You three move quicker then I can document. The photos are blurry, like the moments in memory. We still say “snapshots” and here they are, ready, blurry, or not: marshmallows roasted. Three of you on a tiny red slide. Pajama bottoms falling down. Chopping wood with daddy. Fussy baby. Sad third child. Angry third child. Scared second child. Provoking second child. Loving second child. Moody first child. Leader first child. Anxious parents. Miscommunications and fixes. Hugs and pushes. “I’m learning,” husband says. He means the tending to the fire. I mean at life, as I nod.

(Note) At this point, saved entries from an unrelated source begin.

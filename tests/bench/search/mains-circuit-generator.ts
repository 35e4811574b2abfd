/**
 * A seeded generator of plausible mains gadgets for the search benchmark, built from the block
 * patterns the demo's boards use: a fuse or fusible resistor and a varistor at the inlet; a
 * capacitive dropper with its bleeder, a resistive dropper, or a thyristor/triac control; a bridge
 * or half-wave rectifier; a reservoir capacitor, a zener shunt, a bleeder; and an output (an LED
 * string, a heater, a relay coil with its flyback diode, a fan motor). Values are drawn from the
 * E12 series over plausible decades, refs are numbered per kind, and sizes run 5 to 60 parts.
 * Titles, categories and summaries come from invented word lists (no real brands or products).
 */
import { mulberry32, type TeardownRecord } from "@teardown/engine";
import { part, record } from "../../support/record-factory.js";

/**
 * Bump whenever a change here changes what the generator produces: the bench keeps its loaded
 * databases under a name carrying this number and reuses them while it is unchanged.
 */
export const GENERATOR_VERSION = 1;

type Rand = () => number;
type Pins = string[] | Record<string, string>;
interface RawPart {
  ref: string;
  kind: string;
  value?: number;
  polarised?: boolean;
  marking?: string;
  pins: Pins;
}

const E12 = [1, 1.2, 1.5, 1.8, 2.2, 2.7, 3.3, 3.9, 4.7, 5.6, 6.8, 8.2];

const CATEGORIES = [
  "night light",
  "led lamp",
  "timer socket",
  "heater control",
  "battery charger",
  "door chime",
  "fan control",
  "lamp dimmer",
  "insect zapper",
  "fragrance warmer",
  "clock supply",
  "mat heater",
];
const SYLLABLES = [
  "bri",
  "qui",
  "fen",
  "mar",
  "tan",
  "or",
  "peb",
  "sor",
  "van",
  "cob",
  "lu",
  "zel",
  "dra",
  "mo",
  "kin",
  "vel",
  "tor",
  "ash",
  "wim",
  "gry",
];

/** An invented word from two or three syllables, the n-th of a fixed list. */
function inventedWord(n: number): string {
  const a = SYLLABLES[n % SYLLABLES.length]!;
  const b = SYLLABLES[Math.floor(n / SYLLABLES.length) % SYLLABLES.length]!;
  const c = n >= 400 ? SYLLABLES[Math.floor(n / 400) % SYLLABLES.length]! : "";
  return a + b + c;
}

/** A Zipf-like pick from 0..n-1 (rank k with weight about 1/k), as words occur in real text. */
export function zipfIndex(r: Rand, n: number): number {
  return Math.min(n - 1, Math.floor(Math.exp(r() * Math.log(n + 1)) - 1));
}

/** Invented makers and summary vocabulary (no real brands). */
const MAKER_COUNT = 400;
const VOCABULARY = 8000;
export const BENCH_VOCABULARY = VOCABULARY;
export { inventedWord };
const ADJECTIVES = [
  "compact",
  "amber",
  "slim",
  "twin",
  "budget",
  "round",
  "square",
  "travel",
  "desk",
  "wall",
];
const SUMMARY_WORDS = [
  "board",
  "traced",
  "both",
  "sides",
  "dropper",
  "capacitor",
  "bleeder",
  "bridge",
  "rectifier",
  "zener",
  "reservoir",
  "LED",
  "string",
  "heater",
  "relay",
  "coil",
  "fuse",
  "varistor",
  "marking",
  "faded",
  "scorched",
  "resistor",
  "cracked",
  "solder",
  "joint",
  "clip",
  "shell",
  "screws",
  "potted",
  "glue",
];
const TAGS = [
  "non-isolated",
  "capacitive dropper",
  "led",
  "heater",
  "relay",
  "triac",
  "thyristor",
  "bridge",
  "half-wave",
];

function pick<T>(r: Rand, list: readonly T[]): T {
  return list[Math.floor(r() * list.length)]!;
}

function value(r: Rand, minExp: number, maxExp: number): number {
  const exp = minExp + Math.floor(r() * (maxExp - minExp + 1));
  return Number((pick(r, E12) * 10 ** exp).toPrecision(3));
}

/** Builds one circuit part by part, numbering refs per prefix and nets as it goes. */
class Board {
  parts: RawPart[] = [];
  blocks = new Set<string>();
  private counts = new Map<string, number>();
  private nets = 0;
  constructor(private r: Rand) {}
  net(): string {
    return `N${++this.nets}`;
  }
  add(prefix: string, kind: string, pins: Pins, extra: Partial<RawPart> = {}): void {
    const n = (this.counts.get(prefix) ?? 0) + 1;
    this.counts.set(prefix, n);
    this.parts.push({ ref: `${prefix}${n}`, kind, pins, ...extra });
  }
  res(a: string, b: string, lo = 1, hi = 6): void {
    this.add("R", "resistor", [a, b], { value: value(this.r, lo, hi) });
  }
}

/**
 * One generated gadget: its record document (record format 1, as stored in a revision), the
 * same circuit as a normalised record (built directly, so 100,000 need no parsing), and the
 * blocks the generator placed.
 */
export interface GeneratedGadget {
  doc: Record<string, unknown>;
  record: TeardownRecord;
  blocks: string[];
  category: string;
}

/** The generator: the same seed gives the same gadgets in the same order. */
export function mainsGadgets(seed: number): () => GeneratedGadget {
  const r = mulberry32(seed);
  let serial = 0;
  return () => {
    serial++;
    const b = new Board(r);
    const target = 5 + Math.floor(r() ** 1.5 * 56);
    let line = "L";
    if (r() < 0.7) {
      b.blocks.add("fuse");
      const fused = b.net();
      b.add("F", "fuse", [line, fused], { value: pick(r, [0.5, 1, 2, 3.15]) });
      line = fused;
    }
    if (r() < 0.3) b.add("RV", "varistor", [line, "N"]);
    const style = r();
    let hi: string;
    let lo: string;
    if (style < 0.55) {
      // Capacitive dropper, bleeder across it, surge resistor, then a rectifier.
      const a = b.net();
      const c = b.net();
      b.blocks.add("surge-limiter").add("capacitive-dropper").add("bleeder");
      b.res(line, a, 1, 2);
      b.add("C", "capacitor", [a, c], { value: value(r, -7, -6), marking: "X2" });
      b.res(a, c, 5, 6);
      ({ hi, lo } = rectifier(b, r, c, "N"));
    } else if (style < 0.75) {
      // Resistive dropper into a half-wave rectifier.
      const a = b.net();
      b.res(line, a, 3, 5);
      ({ hi, lo } = rectifier(b, r, a, "N"));
    } else {
      // Phase control: a triac with an RC gate network and a diac-like trigger diode, and a load.
      const mt = b.net();
      const g = b.net();
      const rc = b.net();
      b.blocks.add("triac-trigger");
      b.add("LD", "load", [line, mt]);
      b.add("Q", "triac", { mt2: mt, mt1: "N", gate: g });
      b.res(mt, rc, 4, 5);
      b.add("C", "capacitor", [rc, "N"], { value: value(r, -8, -7) });
      b.add("D", "diode", { anode: rc, cathode: g });
      hi = rc;
      lo = "N";
    }
    if (r() < 0.8) {
      b.blocks.add("smoothing-capacitor");
      b.add(
        "C",
        "capacitor",
        { plus: hi, minus: lo },
        { polarised: true, value: value(r, -6, -4) },
      );
    }
    if (r() < 0.5) {
      b.blocks.add("zener-shunt-regulator");
      b.add("Z", "zener", { anode: lo, cathode: hi }, { value: value(r, 0, 1) });
    }
    // Outputs until the board reaches its size.
    while (b.parts.length < target) {
      const kind = r();
      if (kind < 0.45) {
        let at = b.net();
        b.res(hi, at, 1, 3);
        const n = 1 + Math.floor(r() * Math.min(12, target - b.parts.length));
        for (let i = 0; i < n; i++) {
          const next = i === n - 1 ? lo : b.net();
          b.add("LED", "led", { anode: at, cathode: next });
          at = next;
        }
      } else if (kind < 0.6) {
        const k = b.net();
        b.add("K", "inductor", [hi, k], { value: value(r, -1, 0) });
        b.add("D", "diode", { anode: k, cathode: hi });
        b.add("Q", "thyristor", { anode: k, cathode: lo, gate: b.net() });
        b.blocks.add("thyristor-trigger");
      } else if (kind < 0.8) {
        b.res(hi, lo, 2, 4);
      } else {
        const m = b.net();
        b.res(hi, m, 3, 5);
        b.add("C", "capacitor", [m, lo], { value: value(r, -9, -7) });
      }
    }
    const category = pick(r, CATEGORIES);
    const maker = inventedWord(zipfIndex(r, MAKER_COUNT));
    // Mostly invented words, Zipf-distributed, with the trade's words mixed in.
    const words = Array.from({ length: 12 + Math.floor(r() * 20) }, () =>
      r() < 0.25 ? pick(r, SUMMARY_WORDS) : inventedWord(zipfIndex(r, VOCABULARY)),
    );
    const title = `${maker} ${pick(r, ADJECTIVES)} ${category} ${serial}`;
    const summary = words.join(" ");
    const supply = r() < 0.8 ? { vrms: 230, hz: 50 } : { vrms: 120, hz: 60 };
    const tags = [...new Set([pick(r, TAGS), pick(r, TAGS)])];
    const doc = {
      record: 1,
      title,
      summary,
      device: { category, rated_supply: supply, tags },
      parts: b.parts,
      nets: { L: { role: "line" }, N: { role: "neutral" } },
    };
    const rec = record(
      b.parts.map((p) =>
        part(p.ref, p.kind, p.pins, p.value ?? null, {
          polarised: p.polarised ?? false,
          marking: p.marking ?? null,
        }),
      ),
      {},
      { title, summary, device: { category, rated_supply: supply, tags } },
    );
    return { doc, record: rec, blocks: [...b.blocks].sort(), category };
  };
}

/** A bridge (usually) or a half-wave rectifier from two AC nets; the DC rail's two ends. */
function rectifier(b: Board, r: Rand, ac1: string, ac2: string): { hi: string; lo: string } {
  const hi = b.net();
  if (r() < 0.7) {
    b.blocks.add("bridge-rectifier");
    const lo = b.net();
    b.add("D", "diode", { anode: ac1, cathode: hi });
    b.add("D", "diode", { anode: ac2, cathode: hi });
    b.add("D", "diode", { anode: lo, cathode: ac1 });
    b.add("D", "diode", { anode: lo, cathode: ac2 });
    return { hi, lo };
  }
  b.blocks.add("half-wave-rectifier");
  b.add("D", "diode", { anode: ac1, cathode: hi });
  return { hi, lo: ac2 };
}

/** Fragments a user might paste, from the same block patterns (rare to common). */
export const BENCH_FRAGMENTS: ReadonlyArray<{ format: "deck" | "record"; text: string }> = [
  { format: "deck", text: "C1 A B\nR1 A B\n" },
  { format: "deck", text: "D1 A P\nD2 B P\nD3 M A\nD4 M B\n" },
  { format: "deck", text: "R1 A B\nC1 B C\n" },
  {
    format: "record",
    text: "parts:\n  - { ref: A, kind: led, pins: { anode: X, cathode: Y } }\n  - { ref: B, kind: led, pins: { anode: Y, cathode: Z } }\n  - { ref: Z1, kind: zener, pins: { anode: W, cathode: X } }\n",
  },
  {
    format: "record",
    text: "parts:\n  - { ref: K1, kind: inductor, pins: [P, K] }\n  - { ref: D1, kind: diode, pins: { anode: K, cathode: P } }\n",
  },
];
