/** The analysis of one revision for one engine version: shared by the web app and the worker. */
import { and, eq } from "drizzle-orm";
import type { Database } from "../client.js";
import { analyses } from "../schema/analyses.js";

export type AnalysisRow = typeof analyses.$inferSelect;

/** The analysis row of a revision for an engine version, or null when none was queued. */
export async function analysisOfRevision(
  db: Database,
  revisionId: string,
  engineVersion: string,
): Promise<AnalysisRow | null> {
  const [row] = await db
    .select()
    .from(analyses)
    .where(and(eq(analyses.revisionId, revisionId), eq(analyses.engineVersion, engineVersion)));
  return row ?? null;
}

There are rhythms to our chaos. Like waves that cascade, the tiny rhythms are these blurry photos from one hiccup to the next. A triumph sits heroically in between. The waves grow bigger and I see them in seasons. 'This too shall pass' is on repeat when we are at the top of the surf, unbalanced, afraid to drown. Then just like that, kicked out on to the beach. Not so unlike the time I found myself spit out onto the sand, with new awareness of our fragility, after the great Atlantic had mercy and let me go.

That evening, after the orange sky and sugar energy ran out, while my children snored, while I sat awake again on the couch, our next door neighbor died. Gasp. Quick deep breath, shocking news. Over and down the waves, under water, break through, Gasp. A soul waving at us from across the driveways under the orange setting sun, then gone. Gasp. Distance of time, already making the memory of her blurry. Quick, quick, another wave is coming. No time for deep breaths, just gasp. Quick, snap, document, remember if you can, then, move on. It's done.